About Pati Jinich
That is the first thing I say when people ask where my love for food comes from. Although I think that should explain most of it, it usually doesn’t.
I come from a family of accomplished cooks and food maniacs. Absolute maniacs. Most of what I read, think, research, test and teach (including to my three boys, much to the dismay of my mother in law) is about food. I guess that doesn’t explain most of it either…
In hindsight, I think my interest in food built up as I tried to deny it. As a political analyst, I left things related to food for my spare time. As my husband and I started to grow a family, I began to think he was a macho man in disguise, who wanted a wife in the kitchen, since he insisted time and again I quit my academic path to jump into cooking. Things you are truly passionate about, he would say, haven’t you noticed?
I did have wonderful incursions into the culinary field in the past. Right after we got married and moved to Texas, I taught Mexican cooking to friends and neighbors. Then, I became a production assistant for the PBS food series New Tastes from Texas hosted by Chef Stephan Pyles, along with guests Diana Kennedy and Patricia Quintana, pioneers who helped introduce Mexican ingredients into American cooking.
Once we moved to DC, I retook my formal path as a political analyst and received a master’s degree in Latin American Studies from Georgetown University. I worked so hard, I got a merit scholarship and felt very proud. Soon after, I worked at the Inter American Dialogue, a policy research center, which I had considered my dream job, and kept on working even harder!
Yet, I got into an early existential crisis of sorts… Obsessively thinking about food rather than politics, after a year, I registered for an intensive night program at L’Academie de Cuisine in Gaithersburg, Maryland. After a lot of hesitation, I decided to take a plunge, and left my job to give food a real try. Since then, I have never looked back. In 2007, prompted by the Director of the Mexican Cultural Institute in Washington, D.C., I launched Mexican Table.
Mexican Table is a culinary program which consists of a series of live cooking demonstrations, tasting dinners and workshops. Through this program I try to swing a window wide open into the fascinating world of Mexican cuisine. I help familiarize people with its ingredients and cooking techniques, with a sprinkling of culture, history and traditions.
About Pati’s Mexican Table: the TV Series and Cookbooks
As friends and students of my live program know, there is never enough time for me to say all I want to convey. In my continuous amazement of what I have yet to learn and taste, I am humbled and fascinated by each finding, whether traveling through Mexico or cooking at the Institute, in my kitchen or other kitchens with other cooks. I love to share this information.
Thus, I started this website, originally with only the food blog, as an attempt to share more. As time passed, I started writing for print publications and got invited to give talks and do demos for radio and TV outlets.
Today, Pati’s Mexican Table is a national public TV series going on its fifth season -and recently nominated for two James Beard Awards for Best Culinary Series in a Fixed Location and Best Culinary Host and also two Daytime Emmy’s for Outstanding Culinary Host and Outstanding Culinary Series-, and can be seen throughout the United States, some parts of Canada and Asia. On this website, you will find the original blog section, where I regularly write.
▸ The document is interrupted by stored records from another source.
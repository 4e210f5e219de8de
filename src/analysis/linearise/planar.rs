//! Matrices of order two between bounds: the trace–determinant plane, with proofs.
//!
//! λ² − T λ + D = 0, discriminant (a − d)² + 4bc = T² − 4D. Flows: signs of D and T; maps: signs of p(1) = 1 − T + D,
//! p(−1) = 1 + T + D and 1 − D (Jury 1974).

use super::place::{Border, Place, Shape, Side, half, side_of, square, square_root};
use crate::num::interval::Interval;

/// A matrix \[a b; c d\] of order two, somewhere between bounds.
#[derive(Clone, Copy, Debug)]
pub(super) struct Planar {
    pub(super) a: Interval,
    pub(super) b: Interval,
    pub(super) c: Interval,
    pub(super) d: Interval,
}

impl Planar {
    fn trace(&self) -> Interval {
        self.a + self.d
    }

    fn determinant(&self) -> Interval {
        self.a * self.d - self.b * self.c
    }

    /// (a − d)² + 4bc: two real eigenvalues where positive, a pair where negative, equal ones where 0.
    pub(super) fn discriminant(&self) -> Interval {
        square(self.a - self.d) + Interval::point(4.0) * (self.b * self.c)
    }

    /// The sides of both eigenvalues, in no order.
    pub(super) fn sides(&self, border: Border) -> [Side; 2] {
        match border {
            Border::Axis => axis_sides(self.trace(), self.determinant()),
            Border::Circle => self.circle_sides(),
        }
    }

    fn circle_sides(&self) -> [Side; 2] {
        let one = Interval::ONE;
        let product = self.b * self.c;
        let at_one = (one - self.a) * (one - self.d) - product;
        let at_minus_one = (one + self.a) * (one + self.d) - product;
        let determinant = self.determinant();
        let beyond = side_of(determinant.abs() - one);
        match (side_of(at_one), side_of(at_minus_one)) {
            // A pair, or two on one side of both 1 and −1: their product decides for both.
            (Side::Above, Side::Above) if side_of(determinant - one) != Side::Unknown => {
                [side_of(determinant - one); 2]
            }
            (Side::Above, Side::Below) | (Side::Below, Side::Above) => [Side::Above, Side::Below],
            (Side::Below, Side::Below) => [Side::Above; 2],
            // One is 1 or −1, so the other is ±D.
            (Side::Critical, _) | (_, Side::Critical) => [Side::Critical, beyond],
            _ => match beyond {
                Side::Above => [Side::Above, Side::Unknown],
                Side::Below => [Side::Unknown, Side::Below],
                _ => [Side::Unknown; 2],
            },
        }
    }

    /// Where both lie; one place for both where they are a pair or may be.
    pub(super) fn places(&self, border: Border) -> Vec<Place> {
        let middle = half(self.trace());
        let discriminant = self.discriminant();
        let reach = half(square_root(discriminant));
        if discriminant.lo() >= 0.0 {
            return vec![Place::real(middle + reach), Place::real(middle - reach)];
        }
        if discriminant.hi() < 0.0 {
            return vec![self.pair(border, middle, half(square_root(-discriminant)))];
        }
        let spread = half(square_root(discriminant.abs()));
        let around = Interval::new(0.0, spread.hi());
        vec![Place { re: middle + around.hull(-around), im: around, shape: Shape::Unknown }]
    }

    /// A pair; on the border itself its place is known better than by its two parts.
    fn pair(&self, border: Border, re: Interval, im: Interval) -> Place {
        let critical = self.sides(border) == [Side::Critical; 2];
        let im = match border {
            Border::Axis if critical => im.intersect(square_root(self.determinant())),
            Border::Circle if critical => im.intersect(square_root(Interval::ONE - square(re))),
            _ => im,
        };
        Place { re, im, shape: Shape::Pair }
    }
}

/// The sides of the roots of λ² − T λ + D, for flows.
pub(super) fn axis_sides(trace: Interval, determinant: Interval) -> [Side; 2] {
    match (side_of(determinant), side_of(trace)) {
        (Side::Below, _) => [Side::Above, Side::Below],
        (Side::Above, side) => [side; 2],
        (Side::Critical, side) => [Side::Critical, side],
        // The real parts add up to the trace, so one has its sign.
        (Side::Unknown, side @ (Side::Above | Side::Below)) => [Side::Unknown, side],
        (Side::Unknown, _) => [Side::Unknown; 2],
    }
}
But, you will also find a TV show section, where you will find information on the TV series, the different seasons and absolutely every recipe included in all of the episodes. You will also find a cookbook section, where you will find information on my cookbooks, Pati’s Mexican Table: The Secrets of Real Mexican Home Cooking published in 2013 and Mexican Today: New and Rediscovered Recipes for Contemporary Kitchens published in 2016.
Each recipe included in my blog, TV series or cookbooks exists because I love it. I test every recipe until it becomes a magic potion, for my classes, episodes or family meals. Having lived in the United States for more than eighteen years, I understand some of the challenges of raising a family here and putting a meal on the table for sometimes picky eaters. I also try my best to make each class, each episode, each blog post as meaningful as I can for those who take the time to connect. I am deeply grateful: Thank you! I started this blog, have developed and created each episode, and every book chapter, because of and for you.
As one of my goals is to make cooking simple and accessible, all the ingredients used are easy to find. I also try to figure out the easiest route to get to the yummiest version of a dish and give detailed instructions as to the progression of a dish by the smells, sights, sounds, textures and tastes you are looking for. This is so you can develop your own instincts and feel empowered in your own kitchen.
In sum, in my blog, TV series and cookbooks, I will tell you what happens before and after a scrumptious dish shows up at my table: the research, trips, stories, testing, cooking, eating and sharing. I hope it is a worthwhile effort, and you get as much pleasure reading it as I do writing it!
ps… If you like what you read and see here, I am delighted! But if you want to use and publish any of the content or photos, please ask beforehand and link to this blog. Many thanks.